During sleep time, the subjects heard a tone that was followed by either a pleasant or an unpleasant odor. Then another tone was heard, followed by an odor (at the opposite end of the pleasantness scale from what they previously smelt).

The associations were partially reinforced throughout the night, in order to expose the subjects to the tones alone. The volunteers sniffed deeply or took shallow breaths when they heard the tones without the odor, reacting the same way as if the associated odors were still present.

After volunteers awoke the next day, they heard the tones again with no odor following. Since they were asleep the night before, they had no conscious memory of ever listening to them, but their breathing patterns were showing something different. When the tones that were paired with bad smells were played for the subjects, they produced short, shallow sniffs; and when they heard the tones that were associated with nice odors, they sniffed deeply.

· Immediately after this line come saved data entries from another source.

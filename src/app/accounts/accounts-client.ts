import { HttpClient } from '@angular/common/http';
import { Injectable, inject } from '@angular/core';
import type {
  ChangePasswordRequest,
  FirstAdministratorRequest,
  ForgottenPasswordRequest,
  SetPasswordRequest,
} from '@shared/contracts/accounts-contract';
import type { Observable } from 'rxjs';

@Injectable({ providedIn: 'root' })
export class AccountsClient {
  readonly #http = inject(HttpClient);

  /** Sends a link to the address if it has an account; the answer is the same when it has none. */
  askForLink(request: ForgottenPasswordRequest): Observable<unknown> {
    return this.#http.post('/api/auth/forgotten-password', request);
  }

  setPassword(request: SetPasswordRequest): Observable<unknown> {
    return this.#http.post('/api/auth/password', request);
  }

  /** @throws Problem `wrong-password` when the current one is another */
  changePassword(request: ChangePasswordRequest): Observable<unknown> {
    return this.#http.post('/api/auth/change-password', request);
  }

  makeFirstAdministrator(request: FirstAdministratorRequest): Observable<unknown> {
    return this.#http.post('/api/auth/first-administrator', request);
  }
}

The team conducted a second experiment to find out if this type of learning was tied to a particular phase of sleep. In order to do so, they divided the sleep cycles into rapid eye movement (REM) and non-REM sleep where they induced the conditioning in only one phase or the other.

Researchers were surprised to see that the REM phase showed a more pronounced learning response. However, being able to transfer the learned association from sleep to waking was only found when the learning happened in the non-REM phase.

REM sleep may make us more open to stimuli in the environment, according to Sobel and Arzi, but “dream amnesia” (which makes people forget their dreams) may operate on any conditioning during that stage. Non-REM sleep, they explained, is important for consolidating memory, so it could also be playing a role in this form of sleep-learning.

Since Sobel’s lab focuses on the sense of smell, Arzi hopes to further investigate brain processing in altered states of consciousness such as sleep and coma.

Arzi said:

“Now that we know that some kind of sleep learning is possible, we want to find where the limits lie- what information can be learned during sleep and what information cannot.”